Reputation: 2819
I was impressed by the speedup that was gained HERE by using numba
Today I found in SO a question from someone who is looking to speedup his code. So I thought let' s have a look what we can achieve with numba
.
Here is the code:
from numba import autojit
from time import time
LIMIT = pow(10,6)
def primes(limit):
# Keep only odd numbers in sieve, mapping from index to number is
# num = 2 * idx + 3
# The square of the number corresponding to idx then corresponds to:
# idx2 = 2*idx*idx + 6*idx + 3
sieve = [True] * (limit // 2)
prime_numbers = set([2])
for j in range(len(sieve)):
if sieve[j]:
new_prime = 2*j + 3
prime_numbers.add(new_prime)
for k in range((2*j+6)*j+3, len(sieve), new_prime):
sieve[k] = False
return list(prime_numbers)
numba_primes = autojit(primes)
start = time()
numba_primes(LIMIT)
end=time()
print("Numba: Time Taken : ",end-start)
start = time()
primes(LIMIT)
end=time()
print("Python: Time Taken : ",end-start)
The result:
('Numba: Time Taken : ', 0.68790602684021)

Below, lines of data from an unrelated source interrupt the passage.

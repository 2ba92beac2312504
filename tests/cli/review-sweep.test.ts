// The sweep behind the figure "what the limit costs" looks at fewer parts and fewer values than `railfit sweep`: its answers must be the same.
import { readFileSync } from 'node:fs';
import { join } from 'node:path';
import { beforeAll, describe, expect, it } from 'vitest';
import { reviewSweep } from '../../src/cli/review-sweep.js';
import { rerunOf } from '../../src/cli/rerun.js';
import { buildStage, readStage, readSwept, sweepOver, sweptOverride, sweptValues, type PartSource, type Stage, type StageSpec } from '../../src/index.js';
import { ROOT } from '../support/built.js';
import { PAGE_PARTS } from '../support/page.js';
import { viewSource } from '../support/two-paths.js';
import { sampleSource, STAGE_TEXT } from '../support/sample-report.js';

const asking = { strict: false, order: 'merit', assumed: [] } as const;

function stageOf(text: string): { readonly spec: StageSpec; readonly stage: Stage } {
  const read = readStage(text);
  if (!read.ok) throw new Error(read.problems.map(({ message }) => message).join('\n'));
  const built = buildStage(read.spec);
  if (!built.ok) throw new Error(built.problems.map(({ message }) => message).join('\n'));
  return { spec: read.spec, stage: built.stage };
}

/** More parts than the sample has: each with its offset, current, noise and speed scaled, so that they come in one after the other. */
const MANY = PAGE_PARTS.flatMap((part) => [0.3, 1, 4].map((factor) => ({
  ...part,
  id: `${part.id}-${factor}`,
  class: part.tier === 'generic' ? part.class : 'low-voltage-1mhz',
  figures: part.figures.map((figure) => (['offsetVoltage', 'quiescentCurrent', 'voltageNoise', 'gainBandwidth'].includes(figure.parameter) ? { ...figure, value: figure.value * factor } : figure)),
})));
const source: PartSource = sampleSource(MANY);

const LIMITS = {
  'limits.dcError': STAGE_TEXT,
  'limits.supplyCurrent': STAGE_TEXT.replace('dcError: 40 mV, ', ''),
  'limits.gainError': STAGE_TEXT.replace(', dcError: 40 mV, supplyCurrent: 90 µA', ''),
  'limits.outputNoise': STAGE_TEXT.replace('gainError: 1 %, dcError: 40 mV, supplyCurrent: 90 µA', 'outputNoise: 300 µVrms'),
} as const;

describe.each(Object.entries(LIMITS))('%s', { timeout: 120_000 }, (path, text) => {
  const { spec, stage } = stageOf(text);
  let found: NonNullable<ReturnType<typeof reviewSweep>>;
  beforeAll(() => {
    const swept = reviewSweep({ spec, stage, given: { text, overrides: [] }, source, asking, chosen: null });
    if (swept === null) throw new Error('nothing is swept');
    found = swept;
  }, 120_000);

  it('gives the same through views', () => {
    const views = viewSource(MANY);
    expect(reviewSweep({ spec, stage, given: { text, overrides: [] }, source: views, asking, chosen: null })).toEqual(found);
  });

  it('gives the counts, first choices and turns of the whole list', () => {
    const scale = path === 'limits.gainError' ? 100 : 1;
    const current = found.current! / scale;
    expect(found.over).toBe(path);
    const unit = { 'limits.dcError': 'V', 'limits.supplyCurrent': 'A', 'limits.gainError': '%', 'limits.outputNoise': 'Vrms' }[path] ?? '';
    const [from, to] = [current / 3, current * 3].map((end) => Number(end.toPrecision(6))) as [number, number];
    const field = readSwept(`${path}=${from * scale}${unit}..${to * scale}${unit}`, spec);
    if (!field.ok) throw new Error('no field');
    const rerun = rerunOf({ text, overrides: [] });
    const whole = sweepOver(source, { values: sweptValues({ from, to, steps: 13, scale: 'log' }), stageAt: (at) => rerun([sweptOverride(field.field, at)]) ?? 'no stage', asking });
    expect(found.points).toEqual(whole.points.map(({ value, state }) => ('counts' in state ? { value: value * scale, counts: state.counts, first: state.first } : { value, contradiction: true })));
    const turns = whole.turns.flatMap(({ at, from: before, to: after }) => ('counts' in before && 'counts' in after && before.first !== after.first ? [{ at, from: before.first, to: after.first }] : []));
    expect(found.turns.map(({ from: before, to: after }) => [before, after])).toEqual(turns.map(({ from: before, to: after }) => [before, after]));
    for (const [at, turn] of turns.entries()) expect(found.turns[at]!.at / scale / turn.at).toBeCloseTo(1, 6);
  });

  it('asks a list on which the limit decides something', () => {
    expect(new Set(found.points.map(({ counts }) => counts.fit)).size).toBeGreaterThan(1);
    expect(found.points[0]!.counts.fit + found.points[0]!.counts.undecided + found.points[0]!.counts.rejected).toBe(MANY.length);
  });
});

describe('a stage without a budget', () => {
  it('has no such figure', () => {
    const text = STAGE_TEXT.replace(/limits: .*\n/u, '');
    const { spec, stage } = stageOf(text);
    expect(reviewSweep({ spec, stage, given: { text, overrides: [] }, source, asking, chosen: null })).toBeNull();
  });
});

it('a demo stage is swept over its DC error, thirteen values of it', () => {
  const text = readFileSync(join(ROOT, 'catalog', 'stages', 'weather-mast.yaml'), 'utf8');
  const { spec, stage } = stageOf(text);
  const swept = reviewSweep({ spec, stage, given: { text, overrides: [] }, source, asking, chosen: null });
  expect(swept?.over).toBe('limits.dcError');
  expect(swept?.points).toHaveLength(13);
});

('Python: Time Taken : ', 0.12417221069335938)
Why is this happening? It seems that with numba
this piece of code is not getting any faster!
Upvotes: 1
Views: 227
Reputation: 68732
Here is a numba-ized version (using Numba 0.13) of your code this is optimized by using numpy arrays
import numpy as np
import numba
# You could also just use @numba.jit or @numba.jit(nopython=True)
# here and get comparable timings.
@numba.jit('void(uint8[:])', nopython=True)
def primes_util(sieve):
ssz = sieve.shape[0]
for j in xrange(ssz):
if sieve[j]:
new_prime = 2*j + 3
for k in xrange((2*j+6)*j+3, ssz, new_prime):
sieve[k] = False
def primes_numba(limit):
sieve = np.ones(limit // 2, dtype=np.uint8)
primes_util(sieve)
return [2] + (np.nonzero(sieve)[0]*2 + 3).tolist()
and then a comparison with timings:
In [112]: %timeit primes(LIMIT)
1 loops, best of 3: 221 ms per loop
In [113]: %timeit primes_numba(LIMIT)
100 loops, best of 3: 11 ms per loop
In [114]:
a = set(primes(LIMIT))
b = set(primes_numba(LIMIT))
a == b
Out[114]:
True
That's a 20x speedup, although there are probably even further optimization that could be made. Without the jit decorator, the numba version runs in about 300 ms on my machine. The actual call to primes_util
only takes about 5 ms and the rest is the call to np.nonzero
and the conversion to a list.
Upvotes: 2